§ **TASK STATEMENT**
The lines below should be written out again in full, exactly as they are.

§ **RECORDS FOR THE TASK**
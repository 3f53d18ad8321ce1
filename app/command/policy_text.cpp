#include "policy_text.hpp"

#include <algorithm>
#include <sstream>

namespace bathwright::command {
namespace {

std::string trimmed(const std::string& text) {
  const auto first = text.find_first_not_of(" \t\r"), last = text.find_last_not_of(" \t\r");
  return first == std::string::npos ? "" : text.substr(first, last - first + 1);
}

/// Where a comment begins, outside of quotes; the end where there is none.
std::size_t comment_at(const std::string& line) {
  bool quoted = false;
  for (std::size_t i = 0; i < line.size(); ++i) {
    if (line[i] == '"') quoted = !quoted;
    if (line[i] == '#' && !quoted) return i;
  }
  return line.size();
}

std::string without_comment(const std::string& line) { return trimmed(line.substr(0, comment_at(line))); }

bool sets(const std::string& line, const std::string& key) {
  const std::size_t equals = line.find('=');
  return equals != std::string::npos && trimmed(line.substr(0, equals)) == key;
}

/// "{ a = 1, b = 2 }" with an entry of it set anew, or one more at its end.
std::string with_entry(const std::string& table, const std::string& key, const std::string& value) {
  std::vector<std::string> settings;
  std::string one;
  int depth = 0;
  bool quoted = false;
  const auto finish = [&] {
    if (one = trimmed(one); !one.empty()) settings.push_back(one);
    one.clear();
  };
  for (const char c : table) {
    if (c == '"') quoted = !quoted;
    const bool opens = !quoted && c == '{', closes = !quoted && c == '}';
    if (closes && --depth == 0) break;
    if (depth == 1 && !quoted && c == ',')
      finish();
    else if (depth > 0)
      one += c;
    if (opens) ++depth;
  }
  finish();
  const std::string setting = key + " = " + value;
  const auto there = std::ranges::find_if(settings, [&](const auto& s) { return sets(s, key); });
  if (there == settings.end())
    settings.push_back(setting);
  else
    *there = setting;
  std::string all;
  for (const std::string& s : settings) all += (all.empty() ? "{ " : ", ") + s;
  return all + " }";
}

/// What the key of a table is set to; "{}" where it is not.
std::string value_of(const std::vector<std::string>& lines, const PolicyFigure& figure) {
  auto line = std::ranges::find(lines, "[" + figure.table + "]", without_comment);
  if (line == lines.end()) return "{}";
  for (++line; line != lines.end() && !trimmed(*line).starts_with('['); ++line) {
    const std::string plain = without_comment(*line);
    if (sets(plain, figure.key)) return trimmed(plain.substr(plain.find('=') + 1));
  }
  return "{}";
}

void put(std::vector<std::string>& lines, const PolicyFigure& figure) {
  if (!figure.entry.empty()) {
    const std::string own = figure.table + "." + figure.key;
    if (std::ranges::count(lines, "[" + own + "]", without_comment) > 0)
      put(lines, {own, figure.entry, figure.value});
    else
      put(lines, {figure.table, figure.key, with_entry(value_of(lines, figure), figure.entry, figure.value)});
    return;
  }
  const std::string setting = figure.key + " = " + figure.value;
  const auto heading = std::ranges::find(lines, "[" + figure.table + "]", without_comment);
  if (heading == lines.end()) {
    lines.insert(lines.end(), {"", "[" + figure.table + "]", setting});
    return;
  }
  auto line = heading + 1;
  for (; line != lines.end() && !trimmed(*line).starts_with('['); ++line) {
    if (!sets(without_comment(*line), figure.key)) continue;
    const std::string comment = line->substr(comment_at(*line));
    *line = setting + (comment.empty() ? "" : "     " + comment);
    return;
  }
  lines.insert(heading + 1, setting);
}

}  // namespace

std::string with_figures(const std::string& text, const std::vector<PolicyFigure>& figures) {
  std::vector<std::string> lines;
  std::istringstream in(text);
  for (std::string line; std::getline(in, line);) lines.push_back(line);
  for (const PolicyFigure& figure : figures) put(lines, figure);
  std::string out;
  for (const std::string& line : lines) out += line + "\n";
  return out;
}

bool has_figure(const std::string& text, const PolicyFigure& figure) {
  std::vector<std::string> lines;
  std::istringstream in(text);
  for (std::string line; std::getline(in, line);) lines.push_back(line);
  if (const std::string own = "[" + figure.table + "." + figure.key + "]";
      std::ranges::count(lines, own, without_comment) > 0)
    return value_of(lines, {figure.table + "." + figure.key, figure.entry, ""}) != "{}";
  const std::string inside = value_of(lines, figure);
  return inside.find(figure.entry) != std::string::npos;
}

std::string without_tables(const std::string& text, const std::string& name) {
  std::istringstream in(text);
  std::string out;
  bool inside = false;
  for (std::string line; std::getline(in, line);) {
    const std::string plain = without_comment(line);
    if (plain.starts_with('[')) inside = plain == "[[" + name + "]]";
    if (!inside) out += line + "\n";
  }
  return out;
}

}  // namespace bathwright::command
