#include "policy_text.hpp"

#include <algorithm>
#include <sstream>

namespace bathwright::command {
namespace {

std::string trimmed(const std::string& text) {
  const auto first = text.find_first_not_of(" \t\r"), last = text.find_last_not_of(" \t\r");
  return first == std::string::npos ? "" : text.substr(first, last - first + 1);
}

/// Where a comment begins, outside of quotes; the end where there is none.
std::size_t comment_at(const std::string& line) {
  bool quoted = false;
  for (std::size_t i = 0; i < line.size(); ++i) {
    if (line[i] == '"') quoted = !quoted;
    if (line[i] == '#' && !quoted) return i;
  }
  return line.size();
}

std::string without_comment(const std::string& line) { return trimmed(line.substr(0, comment_at(line))); }

bool sets(const std::string& line, const std::string& key) {
  const std::size_t equals = line.find('=');
  return equals != std::string::npos && trimmed(line.substr(0, equals)) == key;
}

void put(std::vector<std::string>& lines, const PolicyFigure& figure) {
  const std::string setting = figure.key + " = " + figure.value;
  const auto heading = std::ranges::find(lines, "[" + figure.table + "]", without_comment);
  if (heading == lines.end()) {
    lines.insert(lines.end(), {"", "[" + figure.table + "]", setting});
    return;
  }
  auto line = heading + 1;
  for (; line != lines.end() && !trimmed(*line).starts_with('['); ++line) {
    if (!sets(without_comment(*line), figure.key)) continue;
    const std::string comment = line->substr(comment_at(*line));
    *line = setting + (comment.empty() ? "" : "     " + comment);
    return;
  }
  lines.insert(heading + 1, setting);
}

}  // namespace

std::string with_figures(const std::string& text, const std::vector<PolicyFigure>& figures) {
  std::vector<std::string> lines;
  std::istringstream in(text);
  for (std::string line; std::getline(in, line);) lines.push_back(line);
  for (const PolicyFigure& figure : figures) put(lines, figure);
  std::string out;
  for (const std::string& line : lines) out += line + "\n";
  return out;
}

}  // namespace bathwright::command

§ **OUTPUT FOR THIS TASK**
repository 3f53d18ad8321ce1
filename app/command/policy_text.cpp
#include "policy_text.hpp"

#include <algorithm>
#include <sstream>

namespace bathwright::command {
namespace {

std::string trimmed(const std::string& text) {
  const auto first = text.find_first_not_of(" \t\r"), last = text.find_last_not_of(" \t\r");
  return first == std::string::npos ? "" : text.substr(first, last - first + 1);
}

/// Where a comment begins, outside of quotes; the end where there is none.
std::size_t comment_at(const std::string& line) {
  bool quoted = false;
  for (std::size_t i = 0; i < line.size(); ++i) {
    if (line[i] == '"') quoted = !quoted;
    if (line[i] == '#' && !quoted) return i;
  }
  return line.size();
}

std::string without_comment(const std::string& line) { return trimmed(line.substr(0, comment_at(line))); }

bool sets(const std::string& line, const std::string& key) {
  const std::size_t equals = line.find('=');
  return equals != std::string::npos && trimmed(line.substr(0, equals)) == key;
}

/// "{ a = 1, b = 2 }" with an entry of it set anew, or one more at its end.
std::string with_entry(const std::string& table, const std::string& key, const std::string& value) {
  std::vector<std::string> settings;
  std::string one;
  int depth = 0;
  bool quoted = false;
  const auto finish = [&] {
    if (one = trimmed(one); !one.empty()) settings.push_back(one);
    one.clear();
  };
  for (const char c : table) {
    if (c == '"') quoted = !quoted;
    const bool opens = !quoted && c == '{', closes = !quoted && c == '}';
    if (closes && --depth == 0) break;
    if (depth == 1 && !quoted && c == ',')
      finish();
    else if (depth > 0)
      one += c;
    if (opens) ++depth;
  }
  finish();
  const std::string setting = key + " = " + value;
  const auto there = std::ranges::find_if(settings, [&](const auto& s) { return sets(s, key); });
  if (there == settings.end())
    settings.push_back(setting);
  else
    *there = setting;
  std::string all;
  for (const std::string& s : settings) all += (all.empty() ? "{ " : ", ") + s;
  return all + " }";
}

/// What the key of a table is set to; "{}" where it is not.
std::string value_of(const std::vector<std::string>& lines, const PolicyFigure& figure) {
  auto line = std::ranges::find(lines, "[" + figure.table + "]", without_comment);
  if (line == lines.end()) return "{}";
  for (++line; line != lines.end() && !trimmed(*line).starts_with('['); ++line) {
    const std::string plain = without_comment(*line);
    if (sets(plain, figure.key)) return trimmed(plain.substr(plain.find('=') + 1));
  }
  return "{}";
}

void put(std::vector<std::string>& lines, const PolicyFigure& figure) {
  if (!figure.entry.empty()) {
    const std::string own = figure.table + "." + figure.key;
    if (std::ranges::count(lines, "[" + own + "]", without_comment) > 0)
      put(lines, {own, figure.entry, figure.value});
    else
      put(lines, {figure.table, figure.key, with_entry(value_of(lines, figure), figure.entry, figure.value)});
    return;
  }
  const std::string setting = figure.key + " = " + figure.value;
  const auto heading = std::ranges::find(lines, "[" + figure.table + "]", without_comment);
  if (heading == lines.end()) {
    lines.insert(lines.end(), {"", "[" + figure.table + "]", setting});
    return;
  }
  auto line = heading + 1;
  for (; line != lines.end() && !trimmed(*line).starts_with('['); ++line) {
    if (!sets(without_comment(*line), figure.key)) continue;
    const std::string comment = line->substr(comment_at(*line));
    *line = setting + (comment.empty() ? "" : "     " + comment);
    return;
  }
  lines.insert(heading + 1, setting);
}

}  // namespace

std::string with_figures(const std::string& text, const std::vector<PolicyFigure>& figures) {
  std::vector<std::string> lines;
  std::istringstream in(text);
  for (std::string line; std::getline(in, line);) lines.push_back(line);
  for (const PolicyFigure& figure : figures) put(lines, figure);
  std::string out;
  for (const std::string& line : lines) out += line + "\n";
  return out;
}

bool has_figure(const std::string& text, const PolicyFigure& figure) {
  std::vector<std::string> lines;
  std::istringstream in(text);
  for (std::string line; std::getline(in, line);) lines.push_back(line);
  if (const std::string own = "[" + figure.table + "." + figure.key + "]";
      std::ranges::count(lines, own, without_comment) > 0)
    return value_of(lines, {figure.table + "." + figure.key, figure.entry, ""}) != "{}";
  const std::string inside = value_of(lines, figure);
  return inside.find(figure.entry) != std::string::npos;
}

std::string without_tables(const std::string& text, const std::string& name) {
  std::istringstream in(text);
  std::string out;
  bool inside = false;
  for (std::string line; std::getline(in, line);) {
    const std::string plain = without_comment(line);
    if (plain.starts_with('[')) inside = plain == "[[" + name + "]]";
    if (!inside) out += line + "\n";
  }
  return out;
}

}  // namespace bathwright::command
#include "policy_text.hpp"

#include <algorithm>
#include <sstream>

namespace bathwright::command {
namespace {

std::string trimmed(const std::string& text) {
  const auto first = text.find_first_not_of(" \t\r"), last = text.find_last_not_of(" \t\r");
  return first == std::string::npos ? "" : text.substr(first, last - first + 1);
}

/// Where a comment begins, outside of quotes; the end where there is none.
std::size_t comment_at(const std::string& line) {
  bool quoted = false;
  for (std::size_t i = 0; i < line.size(); ++i) {
    if (line[i] == '"') quoted = !quoted;
    if (line[i] == '#' && !quoted) return i;
  }
  return line.size();
}

std::string without_comment(const std::string& line) { return trimmed(line.substr(0, comment_at(line))); }

bool sets(const std::string& line, const std::string& key) {
  const std::size_t equals = line.find('=');
  return equals != std::string::npos && trimmed(line.substr(0, equals)) == key;
}

void put(std::vector<std::string>& lines, const PolicyFigure& figure) {
  const std::string setting = figure.key + " = " + figure.value;
  const auto heading = std::ranges::find(lines, "[" + figure.table + "]", without_comment);
  if (heading == lines.end()) {
    lines.insert(lines.end(), {"", "[" + figure.table + "]", setting});
    return;
  }
  auto line = heading + 1;
  for (; line != lines.end() && !trimmed(*line).starts_with('['); ++line) {
    if (!sets(without_comment(*line), figure.key)) continue;
    const std::string comment = line->substr(comment_at(*line));
    *line = setting + (comment.empty() ? "" : "     " + comment);
    return;
  }
  lines.insert(heading + 1, setting);
}

}  // namespace

std::string with_figures(const std::string& text, const std::vector<PolicyFigure>& figures) {
  std::vector<std::string> lines;
  std::istringstream in(text);
  for (std::string line; std::getline(in, line);) lines.push_back(line);
  for (const PolicyFigure& figure : figures) put(lines, figure);
  std::string out;
  for (const std::string& line : lines) out += line + "\n";
  return out;
}

}  // namespace bathwright::command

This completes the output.